Task to carry out
For the word "interface", search the records and show each line in which it occurs.
──────
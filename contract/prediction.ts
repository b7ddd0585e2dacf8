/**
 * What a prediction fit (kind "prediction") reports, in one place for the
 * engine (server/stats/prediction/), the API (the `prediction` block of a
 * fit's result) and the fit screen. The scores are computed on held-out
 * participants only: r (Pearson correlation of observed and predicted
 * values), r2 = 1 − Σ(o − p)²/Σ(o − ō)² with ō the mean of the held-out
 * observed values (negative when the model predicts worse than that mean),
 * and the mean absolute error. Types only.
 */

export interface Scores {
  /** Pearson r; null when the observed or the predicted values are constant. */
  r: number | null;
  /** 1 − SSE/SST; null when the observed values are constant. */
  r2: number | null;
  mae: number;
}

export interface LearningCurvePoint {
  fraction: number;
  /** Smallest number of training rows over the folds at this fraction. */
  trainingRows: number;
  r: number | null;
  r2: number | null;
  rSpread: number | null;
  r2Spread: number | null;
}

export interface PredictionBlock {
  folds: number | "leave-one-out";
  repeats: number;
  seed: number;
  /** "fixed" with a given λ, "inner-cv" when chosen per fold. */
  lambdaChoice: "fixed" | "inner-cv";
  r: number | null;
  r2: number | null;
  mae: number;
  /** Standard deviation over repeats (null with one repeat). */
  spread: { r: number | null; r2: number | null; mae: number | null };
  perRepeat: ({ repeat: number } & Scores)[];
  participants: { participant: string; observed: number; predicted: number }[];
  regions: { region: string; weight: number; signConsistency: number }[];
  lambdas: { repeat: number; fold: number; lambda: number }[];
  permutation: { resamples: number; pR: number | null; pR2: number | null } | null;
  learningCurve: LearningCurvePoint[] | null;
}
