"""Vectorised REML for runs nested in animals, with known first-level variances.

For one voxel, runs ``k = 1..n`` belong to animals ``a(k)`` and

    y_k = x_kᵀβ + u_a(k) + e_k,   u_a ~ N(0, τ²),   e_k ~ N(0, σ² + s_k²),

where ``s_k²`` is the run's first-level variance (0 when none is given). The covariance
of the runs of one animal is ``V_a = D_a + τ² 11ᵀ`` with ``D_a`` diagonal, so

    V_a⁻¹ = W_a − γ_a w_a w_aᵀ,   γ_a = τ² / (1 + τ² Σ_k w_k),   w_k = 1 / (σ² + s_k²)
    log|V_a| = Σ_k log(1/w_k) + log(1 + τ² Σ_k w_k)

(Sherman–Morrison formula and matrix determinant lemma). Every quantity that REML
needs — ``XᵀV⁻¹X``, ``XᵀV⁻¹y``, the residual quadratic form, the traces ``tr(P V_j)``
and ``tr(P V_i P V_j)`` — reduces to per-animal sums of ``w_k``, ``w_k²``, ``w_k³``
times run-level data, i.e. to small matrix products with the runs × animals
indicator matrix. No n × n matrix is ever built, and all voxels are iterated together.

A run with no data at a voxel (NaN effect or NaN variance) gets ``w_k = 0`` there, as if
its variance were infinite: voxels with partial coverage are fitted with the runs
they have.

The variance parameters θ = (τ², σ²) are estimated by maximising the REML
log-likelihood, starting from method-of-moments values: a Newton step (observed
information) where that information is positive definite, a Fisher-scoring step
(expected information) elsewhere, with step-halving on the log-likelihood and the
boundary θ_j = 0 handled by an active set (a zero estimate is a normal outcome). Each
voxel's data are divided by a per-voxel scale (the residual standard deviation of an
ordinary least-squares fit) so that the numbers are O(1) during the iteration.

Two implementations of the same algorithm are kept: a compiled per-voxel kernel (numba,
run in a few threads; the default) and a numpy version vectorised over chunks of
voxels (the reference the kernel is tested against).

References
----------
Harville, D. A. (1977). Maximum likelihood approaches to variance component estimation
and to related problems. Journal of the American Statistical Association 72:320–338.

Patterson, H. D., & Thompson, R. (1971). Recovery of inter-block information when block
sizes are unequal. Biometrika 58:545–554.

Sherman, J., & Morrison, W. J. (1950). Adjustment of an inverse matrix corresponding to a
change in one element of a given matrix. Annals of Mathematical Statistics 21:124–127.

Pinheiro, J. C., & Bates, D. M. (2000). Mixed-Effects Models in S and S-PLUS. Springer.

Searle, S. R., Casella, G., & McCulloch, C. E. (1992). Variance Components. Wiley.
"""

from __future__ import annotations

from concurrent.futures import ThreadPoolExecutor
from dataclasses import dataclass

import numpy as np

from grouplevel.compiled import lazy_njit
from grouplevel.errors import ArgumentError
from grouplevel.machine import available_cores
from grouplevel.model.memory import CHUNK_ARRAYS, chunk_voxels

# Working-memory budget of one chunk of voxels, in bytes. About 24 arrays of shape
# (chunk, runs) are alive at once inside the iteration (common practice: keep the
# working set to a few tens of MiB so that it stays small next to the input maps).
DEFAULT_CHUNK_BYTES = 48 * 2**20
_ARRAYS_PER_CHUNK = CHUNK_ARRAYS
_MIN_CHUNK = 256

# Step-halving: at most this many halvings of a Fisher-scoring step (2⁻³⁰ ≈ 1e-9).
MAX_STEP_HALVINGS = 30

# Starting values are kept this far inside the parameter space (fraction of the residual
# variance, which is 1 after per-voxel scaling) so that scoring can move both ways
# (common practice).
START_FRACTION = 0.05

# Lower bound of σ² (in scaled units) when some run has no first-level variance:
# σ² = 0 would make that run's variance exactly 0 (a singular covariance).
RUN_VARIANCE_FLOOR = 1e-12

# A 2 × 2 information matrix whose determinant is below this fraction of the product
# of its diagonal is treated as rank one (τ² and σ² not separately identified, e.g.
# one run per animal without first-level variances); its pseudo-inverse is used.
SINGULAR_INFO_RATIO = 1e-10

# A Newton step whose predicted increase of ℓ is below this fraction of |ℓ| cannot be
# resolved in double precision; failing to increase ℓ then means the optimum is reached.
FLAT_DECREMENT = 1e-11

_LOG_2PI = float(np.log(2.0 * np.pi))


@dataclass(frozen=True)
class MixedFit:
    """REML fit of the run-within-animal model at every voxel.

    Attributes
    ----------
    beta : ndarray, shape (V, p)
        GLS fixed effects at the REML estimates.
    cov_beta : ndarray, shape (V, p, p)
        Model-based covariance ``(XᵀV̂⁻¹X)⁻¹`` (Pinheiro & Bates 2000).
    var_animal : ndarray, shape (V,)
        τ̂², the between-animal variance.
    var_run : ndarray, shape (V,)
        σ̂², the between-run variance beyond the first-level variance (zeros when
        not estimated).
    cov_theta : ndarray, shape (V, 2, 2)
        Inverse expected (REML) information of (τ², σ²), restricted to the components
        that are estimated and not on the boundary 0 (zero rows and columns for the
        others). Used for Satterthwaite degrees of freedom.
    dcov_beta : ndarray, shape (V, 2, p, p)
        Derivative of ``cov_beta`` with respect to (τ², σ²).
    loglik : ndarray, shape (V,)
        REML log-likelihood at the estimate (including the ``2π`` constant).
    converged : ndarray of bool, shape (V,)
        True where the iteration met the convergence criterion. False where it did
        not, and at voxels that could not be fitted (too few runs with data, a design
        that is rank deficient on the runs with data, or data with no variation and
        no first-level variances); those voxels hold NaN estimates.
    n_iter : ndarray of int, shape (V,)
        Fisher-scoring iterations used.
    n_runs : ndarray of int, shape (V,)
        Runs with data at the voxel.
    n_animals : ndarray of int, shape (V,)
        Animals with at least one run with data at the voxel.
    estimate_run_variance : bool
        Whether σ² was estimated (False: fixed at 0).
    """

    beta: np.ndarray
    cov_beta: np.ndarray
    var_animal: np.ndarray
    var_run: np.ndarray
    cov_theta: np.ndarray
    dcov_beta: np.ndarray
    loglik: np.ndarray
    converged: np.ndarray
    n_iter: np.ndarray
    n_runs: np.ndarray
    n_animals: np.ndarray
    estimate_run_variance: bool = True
──────
Task output
export interface Scores {
export interface LearningCurvePoint {
export interface PredictionBlock {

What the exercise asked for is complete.